Le parole vengono pesate attentamente perché uno stesso vocabolo può assumere significati diversi: basta una diversa sfumatura o un sottinteso per cambiare completamente il senso di ciò che si vuole dire.
Un esempio concreto? Nell’ambiente di lavoro non esiste un solo tipo di saluto, ve ne sono svariati: cambiano a seconda del momento della giornata, del ruolo che si ricopre e della persona alla quale ci stiamo rivolgendo, se chi stiamo salutando ha un ruolo superiore al nostro ma nel contempo è un nostro amico o addirittura un parente.
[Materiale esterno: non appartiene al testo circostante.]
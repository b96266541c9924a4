"""Why a mechanism locks, in words: which bodies stand in line where, or about which axis the motion runs out.

Next to a lock-up the Jacobian is almost singular, and its null vector is the motion that is left while every input
is held. Knows no layout.
"""

from __future__ import annotations

from dataclasses import dataclass

import numpy as np
from numpy.typing import NDArray

from knucklepath.kinematics.closure import Closure
from knucklepath.kinematics.following import Solution
from knucklepath.kinematics.frames import screw_axis
from knucklepath.kinematics.mechanism import CHASSIS, WHEEL_CENTRE, Ball, HingedBody, Input, PointInput, Rod
from knucklepath.kinematics.tree import Frame

Array = NDArray[np.float64]

#: A least singular value (mm per mm) above this is no dead centre: the path ends for another reason.
SINGULAR = 0.1
#: Points slower than this share of what the body's turning moves are said hardly to move.
STILL_SHARE = 0.05


def lock_reason(solution: Solution, input: str | None = None, towards: float = 1.0) -> str:
    """Say in words what locks at the first pose of a solution next to a singular position.

    Parameters
    ----------
    input : the input that can go no further; the first one where not given.
    towards : the sense in which it was to go, by its sign.

    Returns
    -------
    What stands in line, or how the rest turns on; a colon; and what follows from it. A rod or an arm stands in line
    with a body when it points straight at the axis about which that body turns, so that its force has no lever.
    """
    closure = solution.closure
    state = solution.state.take(np.array([0]))
    _, singular, right = np.linalg.svd(closure.scaled_jacobian(state))
    if not len(singular) or singular[-1] > SINGULAR:
        return "no pose beyond it closes every joint"
    rates = np.zeros((closure.tree.columns, 1))
    rates[: closure.tree.unknowns, 0] = right[-1] / closure.tree.scale[: closure.tree.unknowns]
    left = _MotionLeft(closure, closure.tree.frames(state), rates)
    chosen = next((item for item in closure.mechanism.inputs if item.name == input), closure.mechanism.inputs[0])
    if isinstance(chosen, PointInput):
        return _point_runs_out(left, chosen, towards)
    return _coordinate_runs_out(left, chosen)


def _point_runs_out(left: _MotionLeft, item: PointInput, towards: float) -> str:
    body = left.turning(item.body)
    what = "the wheel centre" if item.point == WHEEL_CENTRE else item.point
    upright = not any(item.direction[:2])
    end = ("top" if towards * item.direction[2] > 0.0 else "bottom") if upright else "end"
    ends = f"{what} is at the {end} of its path"
    still = [name for name in left.still(body) if name != item.point]
    held = left.holding(body, still) if still else {}
    if held:
        return f"{_in_line(body, held)} while {_and(still)} hardly {'moves' if len(still) == 1 else 'move'}: {ends}"
    idle = left.rods_at(body, still)
    if idle:
        return f"{_and(idle)} {'ends' if len(idle) == 1 else 'end'} on the axis about which {body} turns: {ends}"
    across = "level" if upright else "across its direction of travel"
    return f"{left.describe(body)}, which carries {what} {across}: {ends}"


def _coordinate_runs_out(left: _MotionLeft, item: Input) -> str:
    body = left.turning(item.body)
    held = {name: at for name, at in left.holding(body, left.still(body)).items() if left.ties(name, item.body)}
    if held:
        points = "points" if len(held) == 1 else "point"
        line = f"{_in_line(body, held)} and {points} straight at the axis about which {body} turns"
        return f"{line}: {item.body} has no lever on it"
    return f"{left.describe(body)}, which leaves {item.body} where it is: {item.body} has no lever on it"


@dataclass(frozen=True)
class _MotionLeft:
    """The motion (columns, 1) that is left while every input is held, at frames of one pose."""

    closure: Closure
    frames: dict[str, Frame]
    rates: Array

    def motion(self, body: str) -> tuple[Array, Array]:
        """Angular velocity and velocity of the point at the origin, (3,) each."""
        if body == CHASSIS:
            return np.zeros(3), np.zeros(3)
        angular, velocity = self.closure.tree.twist(body, self.frames, self.rates)
        return angular[:, 0], velocity[:, 0]

    def place(self, body: str, point: str) -> Array:
        """Where a body's point is now, (3,)."""
        return np.asarray(self.frames[body].locate(self.closure.tree.points[point])[:, 0])

    def speed(self, body: str, point: str) -> float:
        """How fast a body's point moves."""
        angular, velocity = self.motion(body)
        return float(np.linalg.norm(velocity + np.cross(angular, self.place(body, point))))

    def fastest(self, body: str) -> float:
        """Speed of the fastest point at which a body is held, or of one as far from its axis as the body is large."""
        link = self.closure.tree.links[body]
        speeds = [self.speed(body, name) for name in self.closure.mechanism.attachments(body)]
        turning = 0.0 if link.kind == "slide" else np.linalg.norm(self.motion(body)[0])
        return max([float(turning * self.closure.tree.scale[link.column]), *speeds])

    def turning(self, body: str) -> str:
        """The body itself if it moves, else the one that moves most."""
        speeds = {name: self.fastest(name) for name in self.closure.tree.links}
        most = max(speeds, key=lambda name: speeds[name])
        return body if speeds.get(body, 0.0) > STILL_SHARE * speeds[most] else most

    def still(self, body: str) -> list[str]:
        """Points at which a body is held and that hardly move."""
        least = STILL_SHARE * self.fastest(body)
        return [name for name in self.closure.mechanism.attachments(body) if self.speed(body, name) < least]

    def holding(self, body: str, still: list[str]) -> dict[str, str]:
        """Rods from points at rest, and moving arms, that hold a moving point of the body: name → that point."""
        held: dict[str, str] = {}
        least = STILL_SHARE * self.fastest(body)
        for joint in self.closure.mechanism.joints:
            if isinstance(joint, Rod) and body in (joint.body_a, joint.body_b):
                ends = [(joint.body_a, joint.point_a), (joint.body_b, joint.point_b)]
                (_, at), (other, far) = ends if joint.body_a == body else ends[::-1]
                if at not in still and self.speed(other, far) < least:
                    held[joint.name] = at
            elif isinstance(joint, Ball) and body in (joint.body_a, joint.body_b) and joint.at not in still:
                other = joint.body_b if joint.body_a == body else joint.body_a
                if other != CHASSIS and isinstance(self.closure.mechanism.body(other), HingedBody):
                    held[other] = joint.at
        return held

    def rods_at(self, body: str, points: list[str]) -> list[str]:
        """Rods that end at one of these points of the body."""
        rods = self.closure.mechanism.rods
        return [
            rod.name
            for rod in rods
            if (rod.body_a == body and rod.point_a in points) or (rod.body_b == body and rod.point_b in points)
        ]

    def ties(self, name: str, body: str) -> bool:
        """True when a rod, or a joint of the body of that name, ends at ``body``."""
        return any(
            name in (joint.name, joint.body_a, joint.body_b) and body in (joint.body_a, joint.body_b)
            for joint in self.closure.mechanism.joints
        )

    def describe(self, body: str) -> str:
        """Say about which axis a body turns, or that it slides."""
        own = self.closure.mechanism.body(body)
        if isinstance(own, HingedBody) and own.parent == CHASSIS:
            return f"{body} turns about the line through {own.axis[0]} and {own.axis[1]}"
        angular, velocity = self.motion(body)
        span = float(self.closure.tree.scale.max())
        if np.linalg.norm(angular) * span < STILL_SHARE * np.linalg.norm(velocity):
            return f"{body} slides along {_listed(velocity / np.linalg.norm(velocity), 2)}"
        middle = self.frames[body].place[:, 0]
        axis = screw_axis(angular, velocity + np.cross(angular, middle), middle)
        return f"{body} turns about the axis through {_listed(axis.point, 0)} mm along {_listed(axis.direction, 2)}"


def _in_line(body: str, held: dict[str, str]) -> str:
    return f"{_and(list(held))} {_stands(list(held))} in line with {body} at {_and(list(held.values()))}"


def _stands(names: list[str]) -> str:
    return "stands" if len(names) == 1 else "stand"


def _listed(vector: Array, digits: int) -> str:
    return "(" + ", ".join(f"{value + 0.0:.{digits}f}" for value in np.round(vector, digits)) + ")"


def _and(names: list[str]) -> str:
    return names[0] if len(names) == 1 else ", ".join(names[:-1]) + " and " + names[-1]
Ricordo che durante una cena la mia guida si trovò in estremo imbarazzo nel volermi far assaggiare una pietanza: era in crisi perché non sapeva se doveva usare il lato dei bastoncini dal quale aveva mangiato e con il quale si passa il cibo a parenti o amici, oppure dal verso opposto riservato alle persone sconosciute o con le quali non si hanno rapporti stretti. Il dubbio amletico era se poteva prendersi la libertà di considerarmi un’amica oppure rischiare di offendermi dandomi della sconosciuta.
Rimasi allibita. E ovviamente la tranquillizzai sul grado della nostra amicizia.

Visitare il Giappone è, come dico spesso, un viaggio etnografico ma proiettato nella modernità.
Sicuramente una meta culturalmente ricca, profonda ed interessante, che mette d’accordo i gusti di tutti.
Devi solo trovare la fonte giusta per te e l’esito è assicurato.
Ho attraversato molte porte e le chiavi le ho tutte con me.